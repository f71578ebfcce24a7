package report

import (
	"fmt"
	"math"
	"strconv"
	"strings"
	"time"

	"trussmonitor/internal/fatigue"
)

// FatigueGauge is the fatigue of one gauge's detail over the period, as
// computed by the fatigue count (a monitoring estimate, not a design check
// or an assessment).
type FatigueGauge struct {
	// Gauge is the channel id; Detail describes the detail category and
	// partial factors (e.g. "71 MPa, gamma_Ff 1.00, gamma_Mf 1.15").
	Gauge, Detail string
	// Source says where the counts come from (stored hourly histograms, or
	// a recount of the raw readings).
	Source string
	// Bins are the stress-range histogram of the period, increasing range.
	Bins []FatigueBin
	// ConstantAmplitudeLimit and CutOff are the detail's design Delta
	// sigma_D and Delta sigma_L in Pa (drawn on the histogram); ranges below
	// CutOff cause no damage.
	ConstantAmplitudeLimit, CutOff float64
	// Days are the damage per UTC day.
	Days []FatigueDay
	// Total is the damage of the period, Accumulated the damage since the
	// gauge's start up to the period's end.
	Total, Accumulated float64
	// RatePerDay is the damage per day over the last WindowDays of the
	// period; RemainingYears the projection (1 - Accumulated) / rate
	// (+Inf at a zero rate).
	RatePerDay, WindowDays, RemainingYears float64
}

// FatigueBin is the cycles with a stress range in [Lo, Hi) Pa.
type FatigueBin struct {
	Lo, Hi float64
	Cycles float64
}

// FatigueDay is the damage of one UTC day.
type FatigueDay struct {
	Day    time.Time
	Damage float64
}

// fatigueCSS styles the fatigue plots.
const fatigueCSS = `
.bar{fill:#5a6f8a}.limit{stroke:#a33;stroke-dasharray:4 3}.limit-label{fill:#a33;font-size:11px}`

// FatigueCaution is printed with every fatigue figure (one text for every
// screen: fatigue.Caution).
const FatigueCaution = fatigue.Caution

func sci(v float64) string {
	switch {
	case math.IsInf(v, 1):
		return "∞"
	case math.IsNaN(v):
		return "–"
	case v == 0:
		return "0"
	}
	return strconv.FormatFloat(v, 'e', 3, 64)
}

func lifeText(y float64) string {
	switch {
	case math.IsInf(y, 1):
		return "no damage at the recent rate"
	case y > 1e6:
		return "> 1e6 years"
	}
	return strconv.FormatFloat(y, 'f', 1, 64) + " years"
}

// writeFatigue writes the fatigue section: per gauge a summary row, the
// stress-range histogram and the damage accumulated over the period.
func writeFatigue(sb *strings.Builder, r *Report) {
	if len(r.Fatigue) == 0 {
		return
	}
	sb.WriteString("<section id=\"fatigue\">\n<h2>Fatigue at the gauges</h2>\n")
	fmt.Fprintf(sb, "<p class=\"caution\" id=\"fatigue-caution\">%s</p>\n", esc(FatigueCaution))
	sb.WriteString("<p>Stress ranges counted by the rainflow method (ASTM E1049-85) in the local stress E × strain at each gauge; damage by the Palmgren-Miner sum on the EN 1993-1-9 S-N curve of the detail category (slope 3 to 5 million cycles, slope 5 to 100 million, none below the cut-off), with the partial factors given in the sensor map.</p>\n")
	sb.WriteString("<table id=\"fatigue-summary\">\n<thead><tr><th>gauge</th><th>detail</th><th>damage in period</th><th>damage since start</th><th>daily rate</th><th>remaining life</th></tr></thead>\n<tbody>\n")
	for _, g := range r.Fatigue {
		fmt.Fprintf(sb, "<tr><td>%s</td><td>%s</td><td class=\"num\">%s</td><td class=\"num\">%s</td><td class=\"num\">%s /d (last %s d)</td><td class=\"num\">%s</td></tr>\n",
			esc(g.Gauge), esc(g.Detail), sci(g.Total), sci(g.Accumulated), sci(g.RatePerDay), esc(num(g.WindowDays, 1)), esc(lifeText(g.RemainingYears)))
	}
	sb.WriteString("</tbody>\n</table>\n")
	for _, g := range r.Fatigue {
		fmt.Fprintf(sb, "<h3>%s</h3>\n<p class=\"meta\">%s; %s.</p>\n", esc(g.Gauge), esc(g.Detail), esc(g.Source))
		writeHistogramPlot(sb, g)
		writeDamagePlot(sb, g)
	}
	sb.WriteString("</section>\n")
}

// writeHistogramPlot draws cycles per stress-range bin on a logarithmic
// cycle axis, with the detail's Delta sigma_D and cut-off marked.
func writeHistogramPlot(sb *strings.Builder, g FatigueGauge) {
	const h = 220.0
	id := "fatigue-hist-" + idPart(g.Gauge)
	fmt.Fprintf(sb, `<svg id="%s" class="plot" width="%d" height="%d" viewBox="0 0 %d %d" role="img" aria-label="%s" xmlns="http://www.w3.org/2000/svg">`+"\n",
		esc(id), plotW, int(h), plotW, int(h), esc("stress-range histogram of "+g.Gauge))
	hiRange := 0.0
	maxC := 0.0
	for _, b := range g.Bins {
		hiRange = math.Max(hiRange, b.Hi)
		maxC = math.Max(maxC, b.Cycles)
	}
	hiRange = math.Max(hiRange, g.ConstantAmplitudeLimit*1.1)
	if hiRange <= 0 || maxC <= 0 {
		fmt.Fprintf(sb, `<text class="note" x="%d" y="%d">no cycles counted in the period</text>`+"\n</svg>\n", padL+4, padT+12)
		return
	}
	bottom := h - padB
	top := float64(padT)
	decades := math.Max(1, math.Ceil(math.Log10(maxC*1.0001)))
	xOf := func(v float64) float64 { return padL + float64(plotCs)*v/hiRange }
	yOf := func(c float64) float64 {
		if c < 1 {
			c = 1 // half cycles and fractions sit on the axis floor of one cycle
		}
		return bottom - (bottom-top)*math.Log10(c)/decades
	}
	sb.WriteString(`<g class="axes">`)
	for d := 0.0; d <= decades; d++ {
		y := px(yOf(math.Pow(10, d)))
		fmt.Fprintf(sb, `<line class="grid" x1="%d" x2="%d" y1="%s" y2="%s"/><text x="%d" y="%s" text-anchor="end">1e%d</text>`, padL, plotW-padR, y, y, padL-6, px(yOf(math.Pow(10, d))+4), int(d))
	}
	step := niceStep(hiRange/1e6, 8)
	for v := 0.0; v <= hiRange/1e6+1e-9; v += step {
		x := px(xOf(v * 1e6))
		fmt.Fprintf(sb, `<line class="tick" x1="%s" x2="%s" y1="%s" y2="%s"/><text x="%s" y="%s" text-anchor="middle">%s</text>`, x, x, px(bottom), px(bottom+4), x, px(bottom+16), strconv.FormatFloat(v, 'f', -1, 64))
	}
	fmt.Fprintf(sb, `<line class="axis" x1="%d" x2="%d" y1="%d" y2="%s"/><line class="axis" x1="%d" x2="%d" y1="%s" y2="%s"/>`, padL, padL, padT, px(bottom), padL, plotW-padR, px(bottom), px(bottom))
	mid := (top + bottom) / 2
	fmt.Fprintf(sb, `<text x="14" y="%s" text-anchor="middle" transform="rotate(-90 14 %s)">cycles</text>`, px(mid), px(mid))
	fmt.Fprintf(sb, `<text x="%s" y="%s" text-anchor="end">stress range (MPa)</text>`, px(plotW-padR), px(padT+10))
	sb.WriteString("</g>\n")
	for _, b := range g.Bins {
		x0, x1 := xOf(b.Lo), xOf(b.Hi)
		y := yOf(b.Cycles)
		fmt.Fprintf(sb, `<rect class="bar" x="%s" y="%s" width="%s" height="%s"><title>%s to %s MPa: %s cycles</title></rect>`+"\n",
			px(x0), px(y), px(math.Max(x1-x0, 0.6)), px(bottom-y), floatText(b.Lo/1e6), floatText(b.Hi/1e6), strconv.FormatFloat(b.Cycles, 'f', -1, 64))
	}
	for _, l := range []struct {
		v    float64
		text string
	}{{g.CutOff, "cut-off Δσ_L"}, {g.ConstantAmplitudeLimit, "Δσ_D"}} {
		if l.v <= 0 || l.v > hiRange {
			continue
		}
		x := px(xOf(l.v))
		fmt.Fprintf(sb, `<line class="limit" x1="%s" x2="%s" y1="%d" y2="%s"/><text class="limit-label" x="%s" y="%d">%s</text>`+"\n", x, x, padT, px(bottom), px(xOf(l.v)+3), padT+24, esc(l.text))
	}
	sb.WriteString("</svg>\n")
}

// writeDamagePlot draws the damage accumulated since the period's start,
// day by day.
func writeDamagePlot(sb *strings.Builder, g FatigueGauge) {
	if len(g.Days) == 0 {
		return
	}
	t0 := g.Days[0].Day.UnixNano()
	t1 := g.Days[len(g.Days)-1].Day.Add(24 * time.Hour).UnixNano()
	cum := 0.0
	for _, d := range g.Days {
		cum += d.Damage
	}
	lo, hi := 0.0, cum
	if hi <= 0 {
		hi = 1e-9
	}
	ticks := valueTicks(lo, hi)
	if len(ticks) > 0 {
		hi = math.Max(hi, ticks[len(ticks)-1])
	}
	f := frame{t0: t0, t1: t1, y0: lo, y1: hi, h: plotH}
	p := openPlot(sb, "fatigue-damage-"+idPart(g.Gauge), "damage accumulated over the period at "+g.Gauge, f, ticks, sci, "damage D")
	var d strings.Builder
	cum = 0
	fmt.Fprintf(&d, "M%s,%s", px(f.x(t0)), px(f.y(0)))
	for _, day := range g.Days {
		cum += day.Damage
		end := day.Day.Add(24 * time.Hour).UnixNano()
		fmt.Fprintf(&d, " L%s,%s", px(f.x(end)), px(f.y(cum)))
	}
	p.path("measured", d.String())
	p.legend([2]string{"measured", "damage accumulated in the period (Miner's sum)"})
	p.close()
}

// fatigueStyle is the fatigue plots' CSS when the report has any.
func fatigueStyle(r *Report) string {
	if len(r.Fatigue) == 0 {
		return ""
	}
	return fatigueCSS
}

• • • •

Return each line of the data that contains the string "writeDamagePlot".

		writeDamagePlot(sb, g)
// writeDamagePlot draws the damage accumulated since the period's start,
func writeDamagePlot(sb *strings.Builder, g FatigueGauge) {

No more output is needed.